# What do you do when...



## woodstock (Feb 21, 2011)

Have you ever had this experience.. if so what did you do that WORKED!!! LOL

The man says things that are so vague when you ask a question, that you push for explanation so that you don't end up with bald spot from all the head scratching. He finally says what he means and you go "See, now if you said THAT to beign with, then I would have gotten it!!" Meanwhile, pushing for that "makes sense now" explanation frustrates the hell out of the guy to where you finally get the explanation but now he is all ticked off...

Example: Me/him both have kids, his late teens early 20's: convo:
Him: Well having a relationship is awkward right now.
Me: What do you mean by awkward:
Him: it hard for me
Me: what part of it, I don't know what you mean. How is it akward?
Him: WTF... I feel like spend half my time explaining myself to you! (getting all huffy)
Me: well, awkward doesn't really tell me much, yet you say it all the time, but never what it means, I actually would like to know.
Him: *insert ridiculous rant in frustration that goes on for 5 minutes about how he is always explaining himself* finally... 
Him: It's hard because I want to be spending more time with my kids, working on things.
Me: Is THAT what you meant? Well hell, if you said that I would have encouraged you, supported you, and just said "good, you do that, that's GREAT!!!!!!!!!!" but never once did you ever say THAT to me... all you said was youWISHED you could do that but they are never around. I had no idea that was even an option! Why didn't you just say that to begin with... had no clue that's what "awkward" was supposed to mean!!!
Him: *more rant"
me: calm down... I get it now... but if you hate the explanation, maybe just say what you mean to start, or at least something a little closer. THIS is what I mean about our communication... it sux! 
Him: finally calm "but that's just me"
me: well, maybe that's something to work on a little... cuz you know.. if that's just you, then maybe that's part of the problems with other people, like the kids you talk about. You get frustrated when they don't get what you mean either.
Him: ya, I guess (but now all dejected and pouting)
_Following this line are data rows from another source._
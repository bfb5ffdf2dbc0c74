"""Conditions: one vocabulary of perturbation parameters for scenarios, the benchmark and sweeps.

A *condition* is a mapping of the parameters below to values. A scenario file's
``[conditions]`` table, the benchmark's named conditions (:data:`PRESETS`, e.g.
``payload-1.5kg``) and ``blanket tune --condition`` all use these names:

==============================  ======  ============  ==================================
parameter                       unit    allowed       drives (wrapper in blanket.wrappers)
==============================  ======  ============  ==================================
``payload_kg``                  kg      [0, 50]       ``Payload``
``sensor_noise_scale``          --      [1, 100]      ``SensorNoiseScale``
``camera_dropout_probability``  --      [0, 1]        ``CameraDropout``
``camera_delay_frames``         frames  0 .. 30       ``CameraDelay``
``push_magnitude_n``            N       [0, 500]      ``RandomPushes``
``push_rate_hz``                Hz      (0, 10]       same (with ``push_magnitude_n``)
``push_duration_s``             s       (0, 5]        same (with ``push_magnitude_n``)
``target_speed_m_s``            m/s     [0, 1]        ``MovingTarget`` (+y)
``control_hz``                  Hz      [10, 2000]    the env option ``control_hz``
``model_length_scale``          --      [0.5, 2]      body model option ``length_scale``
==============================  ======  ============  ==================================

The upper bounds keep a run finite and the physics meaningful (common practice, no source).
World-side parameters become wrappers around the env (:func:`apply_conditions`); ``control_hz``
is an env constructor keyword (:func:`condition_env_options`, given to the env when it is
made); ``model_length_scale`` is an option of model-based agents' body models (returned by
:func:`apply_conditions` as ``length_scale``; a policy without a body model ignores it).

Every applied value appears in ``info["external"]`` under its parameter name (the perturbation
wrappers write their own; ``control_hz`` and ``model_length_scale`` are written by a small
recording wrapper), so the trajectory logs carry ``external.payload_kg`` and so on.
"""

from __future__ import annotations

from collections.abc import Mapping, Sequence
from dataclasses import dataclass, field
from typing import Any

import gymnasium as gym
import numpy as np

from blanket.errors import ConfigError, did_you_mean, shorten
from blanket.wrappers.perturbations import (
    CameraDelay,
    CameraDropout,
    MovingTarget,
    Payload,
    RandomPushes,
    SensorNoiseScale,
    number_in_range,
)

__all__ = [
    "ConditionParameter",
    "PARAMETERS",
    "Condition",
    "PRESETS",
    "check_conditions",
    "condition_env_options",
    "condition_model_options",
    "apply_conditions",
    "resolve_conditions",
    "parse_condition",
]


@dataclass(frozen=True)
class ConditionParameter:
    """One perturbation parameter: its name, unit, allowed range and what it drives.

    Attributes
    ----------
    name : str
        Key in a ``[conditions]`` table and in ``info["external"]``.
    summary : str
        One line for help texts.
    low, high : float
        Allowed range (``low`` excluded when ``low_open``).
    low_open : bool
        Whether ``low`` itself is refused.
    whole : bool
        Whether only whole numbers are allowed.
    drives : str
        The wrapper, env option or body-model option the parameter sets.
    """

    name: str
    summary: str
    low: float
    high: float
    low_open: bool = False
    whole: bool = False
    drives: str = ""

    def check(self, value: Any, where: str = "conditions") -> float | int:
        """``value`` as a float (an int when ``whole``); ConfigError naming the range."""
        label = f"{where}.{self.name}"
        if self.whole:
            if (
                not isinstance(value, int | np.integer)
                or isinstance(value, bool)
                or not self.low <= value <= self.high
            ):
                raise ConfigError(
                    f"{label}: must be a whole number in {self.low:g}..{self.high:g}, "
                    f"got {shorten(value)}"
                )
            return int(value)
        return number_in_range(label, value, self.low, self.high, low_open=self.low_open)


def _parameters(*items: ConditionParameter) -> dict[str, ConditionParameter]:
    return {p.name: p for p in items}


#: The condition vocabulary (see the module docstring).
PARAMETERS: dict[str, ConditionParameter] = _parameters(
    ConditionParameter(
        "payload_kg", "unmodelled mass at the tool tip, kg", 0.0, 50.0, drives="Payload"
    ),
    ConditionParameter(
        "sensor_noise_scale",
        "sensor noise std / nominal std (agents assume nominal)",
        1.0,
        100.0,
        drives="SensorNoiseScale",
    ),
    ConditionParameter(
        "camera_dropout_probability",
        "share of camera frames dropped",
        0.0,
        1.0,
        drives="CameraDropout",
    ),
    ConditionParameter(
        "camera_delay_frames",
        "camera frames delivered this many frames late",
        0,
        30,
        whole=True,
        drives="CameraDelay",
    ),
    ConditionParameter(
        "push_magnitude_n",
        "horizontal pushes at the tool tip, N",
        0.0,
        500.0,
        drives="RandomPushes",
    ),
    ConditionParameter(
        "push_rate_hz",
        "mean pushes per second (default 0.5)",
        0.0,
        10.0,
        low_open=True,
        drives="RandomPushes",
    ),
    ConditionParameter(
        "push_duration_s",
        "length of each push, s (default 0.2)",
        0.0,
        5.0,
        low_open=True,
        drives="RandomPushes",
    ),
    ConditionParameter(
        "target_speed_m_s",
        "target cell moves along the bench (+y), m/s",
        0.0,
        1.0,
        drives="MovingTarget",
    ),
    ConditionParameter(
        "control_hz",
        "control and encoder rate, Hz (the env option)",
        10.0,
        2000.0,
        drives="env option control_hz",
    ),
    ConditionParameter(
        "model_length_scale",
        "factor on the body model's link lengths (model-based policies)",
        0.5,
        2.0,
        drives="body model option length_scale",
    ),
)

#: Push parameters that only mean something with ``push_magnitude_n``: RandomPushes keywords
#: (RandomPushes' own defaults when not given).
_PUSH_DETAILS = {"push_rate_hz": "rate_hz", "push_duration_s": "duration_s"}
#: Parameters that are not env wrappers: where they go instead.
_ENV_OPTIONS = {"control_hz": "control_hz"}
_MODEL_OPTIONS = {"model_length_scale": "length_scale"}


def check_conditions(values: Mapping[str, Any] | None, where: str = "conditions") -> dict[str, Any]:
    """Validated copy of a condition mapping (parameter order of :data:`PARAMETERS`).

    Raises
    ------
    ConfigError
        One line: an unknown name (with the closest valid names), a value out of its range,
        or push details without ``push_magnitude_n``.
    """
    if values is None:
        return {}
    if not isinstance(values, Mapping):
        raise ConfigError(f"{where}: must be a table of parameter = value, got {shorten(values)}")
    for name in values:
        if name not in PARAMETERS:
            raise ConfigError(
                f"{where}: unknown condition {shorten(name)}; {did_you_mean(str(name), PARAMETERS)}"
            )
    out = {name: p.check(values[name], where) for name, p in PARAMETERS.items() if name in values}
    for name in _PUSH_DETAILS:
        if name in out and "push_magnitude_n" not in out:
            raise ConfigError(f"{where}.{name}: only together with push_magnitude_n")
    return out


def condition_env_options(values: Mapping[str, Any] | None) -> dict[str, Any]:
    """Env constructor keywords a condition sets (``control_hz``): give them to the env."""
    checked = check_conditions(values)
    return {option: checked[name] for name, option in _ENV_OPTIONS.items() if name in checked}


def condition_model_options(values: Mapping[str, Any] | None) -> dict[str, Any]:
    """Body-model options a condition sets (``length_scale``) for model-based agents."""
    checked = check_conditions(values)
    return {option: checked[name] for name, option in _MODEL_OPTIONS.items() if name in checked}


class _RecordValues(gym.Wrapper):
    """Writes condition values that no perturbation wrapper holds into ``info["external"]``."""

    def __init__(self, env: gym.Env, values: Mapping[str, Any]) -> None:
        super().__init__(env)
        self.values = dict(values)

    def _record(self, info: dict[str, Any]) -> dict[str, Any]:
        info = dict(info)
        info["external"] = {**info.get("external", {}), **self.values}
        return info

    def reset(self, **kwargs: Any) -> tuple[Any, dict[str, Any]]:
        obs, info = self.env.reset(**kwargs)
        return obs, self._record(info)

    def step(self, action: Any) -> tuple[Any, Any, bool, bool, dict[str, Any]]:
        obs, reward, terminated, truncated, info = self.env.step(action)
        return obs, reward, terminated, truncated, self._record(info)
OK... so how do I avoid the over frustration and then him feeling dejected?


----------



## Deejo (May 20, 2008)

Is he unhappy?

If not, then stop interrogating him.

You catch more flies with honey than vinegar.
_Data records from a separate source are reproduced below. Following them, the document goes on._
"""blanket: test active-inference sensorimotor controllers on simulated robots, without ROS.

Importing blanket registers the environment suite (``blanket/arm-reach-v0`` and friends)
with gymnasium.
"""

from __future__ import annotations

__version__ = "0.1.0"

import blanket_envs as _blanket_envs  # noqa: F401  (registers the env ids)

__all__ = ["__version__"]
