def _check_agent_class(path: Any, where: str) -> None:
    """The form of ``[agent] class`` before anything is imported: ``package.module:Name`` of
    identifiers, and not a module of Python's standard library (which holds no agent, and
    some of whose modules act when imported)."""
    if not isinstance(path, str) or not _IMPORT_PATH.fullmatch(path):
        raise ConfigError(
            f"{where}: agent.class must be an import path 'package.module:Name', "
            f"got {shorten(path)}"
        )
    top = path.partition(":")[0].split(".")[0]
    if top in sys.stdlib_module_names or top in sys.builtin_module_names:
        raise ConfigError(
            f"{where}: agent.class {path!r} names the standard library module {top!r}; "
            "give your agent's own package.module:Name"
        )


def scenario_from_dict(
    data: Mapping[str, Any], base_dir: Path | None = None, where: str = "scenario"
) -> Scenario:
    """Validate a scenario given as a mapping (the parsed TOML)."""
    for key in data:
        if key not in _TOP_KEYS and key not in _TABLES:
            raise ConfigError(
                f"{where}: unknown key {key!r}; {did_you_mean(key, [*_TOP_KEYS, *_TABLES])}"
            )
    for key, typ in _TOP_KEYS.items():
        if key in data and (
            not isinstance(data[key], typ) or (typ is int and isinstance(data[key], bool))
        ):
            raise ConfigError(
                f"{where}: {key} must be {'a string' if typ is str else 'a whole number'}, "
                f"got {shorten(data[key])}"
            )
    if len(data.get("name", "")) > MAX_NAME_CHARS:  # it names folders, files and figures
        raise ConfigError(
            f"{where}: name must be at most {MAX_NAME_CHARS} characters, got "
            f"{len(data['name'])} ({shorten(data['name'], 40)})"
        )
    if "env" not in data:
        raise ConfigError(
            f"{where}: missing required key 'env' (an env id such as 'blanket/arm-reach-v0')"
        )
    for table in _TABLES:
        if table in data and not isinstance(data[table], dict):
            raise ConfigError(f"{where}: {table} must be a table ([{table}])")
    depth = _depth(data)
    if depth > MAX_DEPTH:
        raise ConfigError(
            f"{where}: values nested {depth} levels deep; a scenario nests at most {MAX_DEPTH}"
        )
    if "class" in data.get("agent", {}):
        _check_agent_class(data["agent"]["class"], where)
    env_id = data["env"]
    env_options = dict(data.get("env_options", {}))
    for key in _PATH_OPTIONS:
        if key in env_options and isinstance(env_options[key], str) and base_dir is not None:
            p = Path(env_options[key]).expanduser()
            if not p.is_absolute():
                p = (base_dir / p).resolve()
            env_options[key] = str(p)
    _check_env_options(env_id, env_options, where)
    if "episodes" in data and not 1 <= data["episodes"] <= MAX_EPISODES:
        raise ConfigError(f"{where}: episodes must be in 1..{MAX_EPISODES}, got {data['episodes']}")
    agent = dict(data.get("agent", {}))
    conditions = check_conditions(data.get("conditions"), f"{where}: conditions")
    for table, options in (
        ("env_options", condition_env_options(conditions)),
        ("agent", condition_model_options(conditions)),
    ):
        given = env_options if table == "env_options" else agent
        for key in options:
            if key in given:
                raise ConfigError(
                    f"{where}: [conditions] sets the {table} option {key}, and so does "
                    f"[{table}]; keep one"
                )
    return Scenario(
        env=env_id,
        env_options=env_options,
        agent=agent,
        name=data.get("name", Path(where).stem),
        episodes=data.get("episodes"),
        seed=data.get("seed"),
        source=where,
        conditions=conditions,
    )
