def jerk_covariance(order: int, dt: float, intensity: float) -> np.ndarray:
    """Discrete covariance of white noise of ``intensity`` driving the highest order.

    Van Loan's method in closed form for the integrator chain: the (i, j) entry (orders
    counted down from the highest, ``a = p - i``, ``b = p - j``) is
    ``q dt^(a+b+1) / ((a+b+1) a! b!)`` (Van Loan 1978, IEEE Trans Autom Control 23(3)).
    """
    W = np.zeros((order + 1, order + 1))
    for i in range(order + 1):
        for j in range(order + 1):
            a, b = order - i, order - j
            W[i, j] = intensity * dt ** (a + b + 1) / ((a + b + 1) * factorial(a) * factorial(b))
    return W


def velocity_step_covariance(order: int, dt: float, sd: float) -> np.ndarray:
    """Covariance of a velocity step at the start of a control period, for one joint.

    A velocity motor moves the joint velocity to its command within a period, and the
    position then advances with the new velocity over the whole period (semi-implicit
    Euler, as pybullet integrates its bodies): a step ``w`` of sd ``sd`` moves
    ``(q, q')`` by ``b w``, ``b = (dt, 1, 0, ...)``, so the covariance is ``sd^2 b b'``
    (common practice, no source). Without it the prior couples position to a change of
    velocity by only ``3 dt / 8`` (the white-jerk covariance, :func:`jerk_covariance`),
    and every change of command leaves ``5 dt / 8`` of it as an error of the believed
    position that the belief's covariance does not hold.
    """
    b = np.zeros(order + 1)
    b[0] = dt
    if order >= 1:
        b[1] = 1.0
    return sd**2 * np.outer(b, b)


@dataclass(frozen=True)
class StepContext:
    """What the built-in terms need besides the observation, for one step.

    Attributes
    ----------
    command : numpy.ndarray
        The last command (the efference copy), shape (n,).
    precision : Mapping[str, numpy.ndarray]
        The channels' precisions in force this step (learned, down-weighted where flagged).
    attractor_velocity, attractor_jacobian : numpy.ndarray
        ``f(q)`` (n,) and ``df/dq`` (n, n) of the goal's attractor at the believed posture.
    """

    command: np.ndarray
    precision: Mapping[str, np.ndarray]
    attractor_velocity: np.ndarray
    attractor_jacobian: np.ndarray


def _selection(n: int, size: int, order: int) -> np.ndarray:
    G = np.zeros((n, size))
    G[:, order * n : (order + 1) * n] = np.eye(n)
    return G


@dataclass(frozen=True)
class EncoderChannel:
    """Encoder readings of one generalized order: ``y = q^(order) - lag q^(order+1) + noise``.

    ``joint_angle`` observes order 0, ``joint_velocity`` order 1; ``G`` selects that order
    (less ``lag`` times the next). A reading of the value ``lag`` seconds ago is, to first
    order, ``q^(k)(t - lag) = q^(k) - lag q^(k+1)`` (Taylor).
    """

    name: str
    observation: str
    order: int
    size: int
    jacobian: np.ndarray
    lag_s: float = 0.0

    def evaluate(
        self, obs: Mapping[str, Any], belief: np.ndarray, body: BodyState, context: StepContext
    ) -> Term:
        y = np.asarray(obs[self.observation], dtype=float)
        predicted = belief[self.order]
        if self.lag_s:
            predicted = predicted - self.lag_s * belief[self.order + 1]
        return Term(y - predicted, self.jacobian, context.precision[self.name])


@dataclass(frozen=True)
class CameraChannel:
    """The tool tip's pixel on fresh frames where it is visible: ``y = pi(fk(q))``.

    ``G = d pi / d x . J(q)`` on order 0 (:func:`blanket.description.pinhole_projection`).
    """

    camera: CameraDescription
    belief_size: int
    size: int = 2
    name: str = "camera"

    def evaluate(
        self, obs: Mapping[str, Any], belief: np.ndarray, body: BodyState, context: StepContext
    ) -> Term | None:
        if not (obs.get("camera_fresh", 0) and obs.get("tip_visible", 0)):
            return None
        pixel, dpix = self.camera.project_with_jacobian(body.tip_position_m)
        n = belief.shape[1]
        G = np.zeros((2, self.belief_size))
        G[:, :n] = dpix @ body.tip_jacobian
        y = np.asarray(obs["tip_pixel_px"], dtype=float)
        return Term(y - pixel, G, context.precision[self.name])


@dataclass(frozen=True)
class EfferenceCopy:
    """Velocity motors track the last command: ``a = q' + noise`` (order 1).

    ``precision`` is the nominal one; a step uses the precision in force (learned from the
    tracking error, :meth:`blanket.agent.belief.ChannelMonitor.track_motor`).
    """

    size: int
    jacobian: np.ndarray
    precision: np.ndarray
    name: str = "motor"

    def evaluate(
        self, obs: Mapping[str, Any], belief: np.ndarray, body: BodyState, context: StepContext
    ) -> Term:
        precision = context.precision.get(self.name, self.precision)
        return Term(context.command - belief[1], self.jacobian, precision)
I saw previously that there has been some discussion as to whether or not your 'dude friend' has some kind of social disorder ... perhaps even a mild form of autism.
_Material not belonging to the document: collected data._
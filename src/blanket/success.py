"""The one success rule of every task: inside the tolerance, held for a while.

Envs apply it step by step (:class:`HeldInside`) and report ``info["success"]`` and
``info["time_to_success_s"]``; every consumer (the run summary, ``blanket inspect``, the
benchmark's metrics) reads those, or applies :func:`time_to_success` -- the same rule -- to a
recorded trace, e.g. for a second tolerance. Holding a goal state for a dwell time before it
counts is common practice in reaching benchmarks (no source).

The rule: the task is inside its tolerance after control step ``s`` (time ``s dt``) and at every
step up to ``s + hold``, with ``hold = max(1, round(hold_s / dt))``. Success is then declared at
step ``s + hold`` and the time to success is the entry time ``s dt``.
"""

from __future__ import annotations

from collections.abc import Iterable

import numpy as np

__all__ = ["HOLD_S", "HeldInside", "time_to_success"]

#: How long a task must stay inside its tolerance to count as reached (s).
HOLD_S = 0.25


class HeldInside:
    """Step-by-step success test: ``update(inside)`` once per control step.

    Parameters
    ----------
    dt : float
        Control period (s), > 0.
    hold_s : float
        How long the task must stay inside (s), >= 0.
    """

    def __init__(self, dt: float, hold_s: float = HOLD_S) -> None:
        if not dt > 0:
            raise ValueError(f"dt must be > 0 s, got {dt!r}")
        if not hold_s >= 0:
            raise ValueError(f"hold_s must be >= 0 s, got {hold_s!r}")
        self.dt = float(dt)
        # times are step / rate, as envs count ``time_s`` (step * dt can differ in the last bit)
        self._rate_hz = 1.0 / self.dt
        self.hold_steps = max(1, int(round(hold_s / dt)))
        self.reset()

    def reset(self) -> None:
        """Start a new episode."""
        self.steps = 0
        self._inside_since: int | None = None
        self._entry_step: int | None = None

    def update(self, inside: bool) -> bool:
        """Record whether the task is inside after this control step; True once reached."""
        self.steps += 1
        if inside:
            if self._inside_since is None:
                self._inside_since = self.steps
        else:
            self._inside_since = None
        if self._entry_step is None and self.held:
            self._entry_step = self._inside_since
        return self._entry_step is not None

    @property
    def held(self) -> bool:
        """Whether the current stay inside has lasted the hold (drops when the task leaves)."""
        return self._inside_since is not None and self.steps - self._inside_since >= self.hold_steps

    @property
    def success(self) -> bool:
        """Whether the task has been reached in this episode."""
        return self._entry_step is not None

    @property
    def time_to_success_s(self) -> float | None:
        """Entry time of the first stay that was held (s), or None."""
        return None if self._entry_step is None else self._entry_step / self._rate_hz


def time_to_success(inside: Iterable[bool], dt: float, hold_s: float = HOLD_S) -> float | None:
    """:class:`HeldInside` over a whole trace; ``inside[k]`` is after control step ``k + 1``.

    Returns the time to success (s) or None when the trace never reaches it.
    """
    rule = HeldInside(dt, hold_s)
    for ok in np.asarray(list(inside) if not isinstance(inside, np.ndarray) else inside, bool):
        if rule.update(bool(ok)):
            break
    return rule.time_to_success_s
Can't tell you if that is the case or not.

What I can tell you as the parent of a mildly autistic child is that if you were to ask my son; "What do you mean?"
Every time YOU didn't understand what he was trying to convey, you would get the exact, if not far worse, reaction that your friend displayed.

My son has improved by leaps and bounds in terms of being able to have a conversation. It isn't that he's slow, far from it. It's that his mind is racing about what the correct response is and how to say it. And the tragic fact is ... sometimes he has no clue what the correct words are to make someone understand him. He stumbles, he will restart a sentence five times, pause, stutter, and when he gets it out I'm not frustrated, I beam with pride.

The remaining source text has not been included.